Prior to 2019, Arizona and Colorado were on very similar growth trajectories. Besides being regional neighbors, the two states in 1990 were peers in terms of population, economy, and political environment. That close relationship would persist for more than two decades. In 1990, Arizona had 3.7 million residents; Colorado was 10% smaller. By 2015 Arizona’s population had increased 86%; Colorado by a slower but comparable 65%. Between 1990 and 2015 Colorado’s labor market would expand at an average rate of 2.1%/year, versus 2.4%/year in neighboring Arizona.
Similarly, Gross Domestic Product in the two states has historically been similar. During the 2000s, Colorado grew faster than Arizona in terms of GDP, despite fewer people. The combined trials of the Great Recession (which was particularly hard on Arizona) and the American fracking revolution and commodity price surge (particularly valuable to Colorado with its rich supply of oil and gas) fueled Colorado’s growth advantage relative to Arizona during and after the Great Recession. Between 2000 and 2015, Colorado’s real Gross Domestic Product grew at an average rate of 1.9%/year versus just 0.7%/year in Arizona.
After 2015, though, something remarkable happens here and Arizona’s growth outlook shifts dramatically. Average annual output nearly quintuples to 3.2%/year, and since 2019, Arizona’s economy has grown faster than Colorado’s (3.4% and 2.8%, respectively). Over the past five years, cumulative real GDP growth in Arizona has been 30% larger in Arizona than in Colorado.
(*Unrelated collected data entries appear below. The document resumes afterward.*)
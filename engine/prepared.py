"""A shelf made ready to judge: what every requirement needs of it, worked out once when it is loaded.

Here several statements of a sheet become one: the unkind one of contradicting values, a thermal resistance
from a derating line, a gain floor from its points, a typical value (graded so) where there is no limit.
"""

from collections.abc import Mapping
from dataclasses import dataclass, fields

import numpy as np
from numpy.typing import NDArray

from .curves import Curve
from .evidence import Evidence, Grades
from .part import STRUCTURES
from .physics.constants import ROOM, ROOM_KELVIN, ZERO_CELSIUS, thermal_voltage
from .shelf import SYMBOL_CODES, Shelf

Floats = NDArray[np.float64]
Mask = NDArray[np.bool_]

LOW_VCE = 2.0  # V: a gain stated at or below this speaks for a switch
COLD_EXPONENT = 2.5  # of absolute temperature, see source "gain cold"
DARLINGTON_EXPONENT = 5.0
POWER_PACKAGES = ("TO-3", "TO-66", "TO-220", "TO-126", "TO-202", "TO-218", "TO-247", "TO-252", "TO-263", "TO-264")
SMALL_PD = 1.0  # W: a rating without reference temperature up to here is an ambient one (common practice)


@dataclass(frozen=True, eq=False)
class Prepared:
    """Columns (n,) and points (k, n) of a shelf, ready to judge."""

    known: Mask  # structure stated
    pnp: Mask
    darlington: Mask
    prebiased: Mask
    power: Mask  # a power type: second breakdown and quasi-saturation are to be reckoned with
    vceo: Floats
    vebo: Floats
    ic: Floats
    icm: Floats
    ib: Floats
    ib_tested: Floats  # largest base current of the saturation tests
    tj_max: Floats
    rth_ja: Floats
    rth_ja_grade: Grades
    rth_jc: Floats
    rth_jc_grade: Grades
    pd_ambient: Floats  # the highest power on an ambient rating
    pd_case: Floats
    es_b: Floats
    gain: Curve  # from the points at any VCE above LOW_VCE
    gain_low: Curve  # from the points at low VCE
    gain_switch: Curve  # the same, carried on above them by saturation tests
    cold_exponent: Floats
    slope_below: Floats
    sat_ic: Floats  # (k, n) saturation tests in rising IC
    sat_ib: Floats
    sat_v: Floats
    sat_grade: Grades  # (n,)
    vbe_ic: Floats  # (k, n) VBE(sat) maximums
    vbe_ib: Floats
    vbe_v: Floats
    vbe_grade: Grades  # (n,)
    floor_v: Floats  # junction floor: at 25 °C at least floor_v at floor_i
    floor_i: Floats
    leak_t: Floats  # (k, n) leakage maximums
    leak_v: Floats
    leak_i: Floats
    leak_grade: Grades  # (n,)
    on_time: Floats  # with its test conditions; NaN where a condition is not stated
    on_ic: Floats
    on_ib: Floats
    on_vcc: Floats
    off_time: Floats
    off_ic: Floats
    off_ib: Floats
    off_ib2: Floats
    off_vcc: Floats
    soa_v: Floats  # (k, n) corners of the safe area for the longest pulse on file, rising VCE
    soa_i: Floats

    def __len__(self) -> int:
        return len(self.ic)

    def take(self, rows: slice) -> "Prepared":
        """Some of the parts, as views."""
        cut = {}
        for one in fields(self):
            value = getattr(self, one.name)
            cut[one.name] = value.take(rows) if isinstance(value, Curve) else value[..., rows]
        return Prepared(**cut)


def prepare(shelf: Shelf) -> Prepared:
    """Everything a requirement needs of `shelf`."""
    with np.errstate(all="ignore"):
        columns: dict[str, Floats | Mask | Grades | Curve] = {}
        columns |= _structure(shelf)
        columns |= _ratings(shelf)
        columns |= _thermal(shelf)
        columns |= _saturation(shelf)
        columns |= _junction(shelf)
        columns |= _gain(shelf, columns)
        columns |= _leakage(shelf, columns)
        columns |= _times(shelf)
        columns |= _safe_area(shelf)
        return Prepared(**columns)  # type: ignore[arg-type]


def _structure(shelf: Shelf) -> dict[str, Mask]:
    code = shelf.structure
    pnp = [i for i, word in enumerate(STRUCTURES) if word.startswith("pnp")]
    darlington = [i for i, word in enumerate(STRUCTURES) if word.endswith("darlington")]
    prebiased = [i for i, word in enumerate(STRUCTURES) if word.endswith("prebiased")]
    return {
        "known": code >= 0,
        "pnp": np.isin(code, pnp),
        "darlington": np.isin(code, darlington),
        "prebiased": np.isin(code, prebiased),
    }


def _ratings(shelf: Shelf) -> dict[str, Floats]:
    r = shelf.ratings
    return {
        "vceo": np.where(np.isnan(r["vceo"]), r["v_br_ceo"], r["vceo"]),
        "vebo": np.where(np.isnan(r["vebo"]), r["v_br_ebo"], r["vebo"]),
        "ic": r["ic"],
        "icm": np.where(np.isnan(r["icm"]), r["ic"], r["icm"]),
        "ib": r["ib"],
        "tj_max": r["tj_max"],
        "es_b": r["es_b"],
    }


def _thermal(shelf: Shelf) -> dict[str, Floats | Grades | Mask]:
    """Thermal resistances: as printed, else from the derating line, else from power and temperature."""
    r, pd = shelf.ratings, shelf.points["PD"]
    tj = r["tj_max"]
    bare = np.isnan(pd["ta"]) & np.isnan(pd["tc"])
    at_ambient, at_case = ~np.isnan(pd["ta"]), ~np.isnan(pd["tc"])
    small = bare & (pd["max"] <= SMALL_PD)
    ambient_points = np.where(at_ambient, (tj - pd["ta"]) / pd["max"], np.where(small, (tj - ROOM) / pd["max"], np.nan))
    case_points = np.where(at_case, (tj - pd["tc"]) / pd["max"], np.nan)
    ja, ja_grade = _resistance(r["rth_ja"], 1 / r["slope_ta"], _most(ambient_points))
    jc, jc_grade = _resistance(r["rth_jc"], 1 / r["slope_tc"], _most(case_points))
    pd_case = _most(np.where(at_case, pd["max"], np.nan))
    named = np.isin(np.array([str(p).upper() for p in shelf.package], dtype=object), POWER_PACKAGES)
    return {
        "rth_ja": ja,
        "rth_ja_grade": ja_grade,
        "rth_jc": jc,
        "rth_jc_grade": jc_grade,
        "pd_ambient": _most(np.where(at_ambient | small, pd["max"], np.nan)),
        "pd_case": np.where(np.isnan(pd_case), _most(np.where(bare, pd["max"], np.nan)), pd_case),
        "power": named | (pd_case >= 10) | (r["ic"] >= 3),
    }


def _resistance(printed: Floats, from_slope: Floats, from_power: Floats) -> tuple[Floats, Grades]:
    """The worse of what is printed and what the slope says; from power and TJ only where neither is there."""
    both = np.where(np.isnan(printed), from_slope, np.where(from_slope > printed, from_slope, printed))
    value = np.where(np.isnan(both), from_power, both)
    grade = np.where(value == printed, Evidence.GUARANTEED, Evidence.DERIVED).astype(np.int8)
    return value, grade


def _saturation(shelf: Shelf) -> dict[str, Floats | Grades]:
    sat = shelf.points["VCE(sat)"]
    v, typical = _limit_or_typical(sat["max"], sat["typ"])
    used = _room_points(sat["temp"], ~np.isnan(v) & (sat["ic"] > 0) & (sat["ib"] > 0), hotter=True)
    order = np.argsort(np.where(used, sat["ic"], np.nan), axis=0, kind="stable")
    ic, ib, volts = (np.take_along_axis(np.where(used, c, np.nan), order, 0) for c in (sat["ic"], sat["ib"], v))
    return {
        "sat_ic": ic,
        "sat_ib": ib,
        "sat_v": volts,
        "sat_grade": _grade(used, typical),
        "ib_tested": _most(np.where(used, sat["ib"], np.nan)),
    }


def _junction(shelf: Shelf) -> dict[str, Floats | Grades]:
    """VBE from above (saturation tests) and from below (minimums on file, else common practice)."""
    sat, on = shelf.points["VBE(sat)"], shelf.points["VBE(on)"]
    v, typical = _limit_or_typical(sat["max"], sat["typ"])
    used = ~np.isnan(v) & (sat["ic"] > 0) & (sat["ib"] > 0)
    used = _room_points(sat["temp"], used, hotter=False)
    vt = float(thermal_voltage(ROOM))
    merit, at = np.full(len(shelf), -np.inf), np.full(len(shelf), np.nan)
    volts = np.full(len(shelf), np.nan)
    # what a minimum loses to the ohmic drop of its own test current: common practice
    for points, ohmic in ((on, 0.03), (sat, 0.06)):
        for low, ic in zip(points["min"], points["ic"], strict=True):
            better = (low - ohmic - vt * np.log(ic)) > merit
            merit = np.where(better, low - ohmic - vt * np.log(ic), merit)
            volts, at = np.where(better, low - ohmic, volts), np.where(better, ic, at)
    stated = ~np.isnan(volts)
    return {
        "vbe_ic": np.where(used, sat["ic"], np.nan),
        "vbe_ib": np.where(used, sat["ib"], np.nan),
        "vbe_v": np.where(used, v, np.nan),
        "vbe_grade": _grade(used, typical),
        "floor_v": np.where(stated, volts, 0.60),
        "floor_i": np.where(stated, at, shelf.ratings["ic"] / 10),
    }


def _gain(shelf: Shelf, ready: dict[str, Floats | Mask | Grades | Curve]) -> dict[str, Floats | Curve]:
    points = shelf.points["hFE"]
    gain, typical = _limit_or_typical(points["min"], points["typ"])
    stated = ~np.isnan(gain) & (points["ic"] > 0)
    used = _room_points(points["temp"], stated, hotter=False)
    # a gain stated without VCE says nothing about a low one
    low = used & (points["vce"] <= LOW_VCE)
    high = used & ~low
    ic, vce = points["ic"], points["vce"]
    curve = Curve.through(ic, gain, vce, high, typical)
    curve_low = Curve.through(ic, gain, vce, low, typical)
    sat_ic, sat_ib, sat_v = (np.asarray(ready[name]) for name in ("sat_ic", "sat_ib", "sat_v"))
    top = np.where(np.isnan(curve_low.top), -np.inf, np.exp(curve_low.top))
    beyond = ~np.isnan(sat_v) & (sat_ic > top)
    switch = Curve.through(
        np.concatenate([ic, sat_ic]),
        np.concatenate([gain, sat_ic / sat_ib]),
        np.concatenate([vce, sat_v]),
        np.concatenate([low, beyond]),
        np.concatenate([typical, np.broadcast_to(np.asarray(ready["sat_grade"]) >= Evidence.TYPICAL, sat_v.shape)]),
    )
    darlington = np.asarray(ready["darlington"])
    slope = np.where(darlington, 1.0, 0.5)
    usual = np.where(darlington, DARLINGTON_EXPONENT, COLD_EXPONENT)
    cold = stated & (points["temp"] < 15)
    exponent = _cold_exponent(points, gain, cold, (curve, curve_low), slope)
    return {
        "gain": curve,
        "gain_low": curve_low,
        "gain_switch": switch,
        "slope_below": slope,
        "cold_exponent": np.where(np.isnan(exponent), usual, exponent),
    }


def _cold_exponent(
    points: Mapping[str, Floats], gain: Floats, cold: Mask, curves: tuple[Curve, Curve], slope: Floats
) -> Floats:
    """The exponent that a sheet's own cold points imply against its room points; the hardest of them."""
    hardest = np.full(gain.shape[1], -np.inf)
    for ic, temp, minimum, here in zip(points["ic"], points["temp"], gain, cold, strict=True):
        # the higher of the room floors is the harder reference
        room = np.max([np.nan_to_num(one.at(ic, slope), nan=-np.inf) for one in curves], axis=0)
        exponent = np.log(minimum / room) / np.log((temp + ZERO_CELSIUS) / ROOM_KELVIN)
        hardest = np.where(here & (exponent > hardest) & np.isfinite(exponent), exponent, hardest)
    return np.where(np.isinf(hardest), np.nan, np.maximum(hardest, 0.0))


def _leakage(shelf: Shelf, ready: dict[str, Floats | Mask | Grades | Curve]) -> dict[str, Floats | Grades]:
    """Collector leakage maximums. A Darlington's inner base floats: only what was measured whole counts."""
    leak = shelf.points["leakage"]
    v, typical = _limit_or_typical(leak["max"], leak["typ"])
    icbo_only = leak["symbol"] == SYMBOL_CODES["ICBO"]
    used = ~np.isnan(v) & ~np.isnan(leak["v"]) & ~(icbo_only & np.asarray(ready["darlington"]))
    return {
        "leak_t": np.where(used, leak["temp"], np.nan),
        "leak_v": np.where(used, leak["v"], np.nan),
        "leak_i": np.where(used, v, np.nan),
        "leak_grade": _grade(used, typical),
    }


def _times(shelf: Shelf) -> dict[str, Floats]:
    """The first complete pair of switching times: ton or td + tr, toff or ts + tf, with test conditions."""
    on, off = shelf.points["on times"], shelf.points["off times"]
    columns = _one_time(on, "ton", ("td", "tr"), ("ic", "ib", "vcc"), "on")
    return columns | _one_time(off, "toff", ("ts", "tf"), ("ic", "ib", "ib2", "vcc"), "off")


def _one_time(
    points: Mapping[str, Floats], whole: str, halves: tuple[str, str], conditions: tuple[str, ...], prefix: str
) -> dict[str, Floats]:
    found = {name: np.full(points["max"].shape[1], np.nan) for name in (*halves, whole)}
    test = {(name, c): np.full(points["max"].shape[1], np.nan) for name in found for c in conditions}
    needed = [c for c in conditions if c != "vcc"]
    for row in range(len(points["max"])):
        complete = ~np.isnan(points["max"][row])
        for condition in needed:
            complete = complete & (points[condition][row] > 0)
        for name in found:
            here = complete & (points["symbol"][row] == SYMBOL_CODES[name]) & np.isnan(found[name])
            found[name] = np.where(here, points["max"][row], found[name])
            for c in conditions:
                test[name, c] = np.where(here, points[c][row], test[name, c])
    a, b = halves
    alike = np.ones(len(found[a]), dtype=bool)
    for condition in needed:
        alike &= test[a, condition] == test[b, condition]
    total = np.where(alike, found[a] + found[b], np.nan)
    use_whole = ~np.isnan(found[whole])
    columns = {f"{prefix}_time": np.where(use_whole, found[whole], total)}
    for c in conditions:
        columns[f"{prefix}_{c}"] = np.where(use_whole, test[whole, c], test[a, c])
    return columns


def _safe_area(shelf: Shelf) -> dict[str, Floats]:
    """Corners of the safe area, those of the longest pulse on file where there are several."""
    soa = shelf.points["SOA"]
    longest = np.where(np.isnan(soa["t"]), np.inf, soa["t"])
    used = ~np.isnan(soa["value"]) & (soa["vce"] > 0)
    longest = np.where(used, longest, -np.inf)
    used &= longest == longest.max(axis=0)
    return {"soa_v": np.where(used, soa["vce"], np.nan), "soa_i": np.where(used, soa["value"], np.nan)}


def _limit_or_typical(limit: Floats, typical: Floats) -> tuple[Floats, Floats]:
    """A part's limits; only a part without any falls back on typicals. Values and 1 where typical, (k, n)."""
    without = np.isnan(limit).all(axis=0)
    fallback = np.isnan(limit) & without
    return np.where(fallback, typical, limit), fallback.astype(np.float64)


def _room_points(temp: Floats, stated: Mask, hotter: bool) -> Mask:
    """The points at room temperature; where a part has none, those on the unkind side of it."""
    room = stated & (temp >= 15) & (temp <= 35)
    other = stated & ((temp > 35) if hotter else (temp < 15))
    return np.where(room.any(axis=0), room, other)


def _grade(used: Mask, typical: Floats) -> Grades:
    is_typical = (used & (typical > 0)).any(axis=0)
    grade = np.where(is_typical, Evidence.TYPICAL, Evidence.GUARANTEED)
    return np.where(used.any(axis=0), grade, Evidence.MISSING).astype(np.int8)


def _most(points: Floats) -> Floats:
    """The largest of a part's points, NaN where it has none. (k, n) → (n,)."""
    best = np.max(np.where(np.isnan(points), -np.inf, points), axis=0)
    return np.where(np.isinf(best), np.nan, best)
This raised the two key research questions which led to our original report:
- What happened in Arizona, beginning approximately 10 years ago? Why did the state shift to a much higher growth trajectory after 2016 than it had experienced previously?
- Why wasn’t this change uniform across states? For example, while U.S. manufacturing employment reversed decades of decline after enactment of the Tax Cuts & Jobs Act in 2017, California’s manufacturing sector saw almost no growth between 2017 and 2022, while Arizona’s grew by 20%. More recently, following a change in focus nationally – to subsidies for favored industries and regulation, particularly environmental regulation – growth has slowed or even reversed.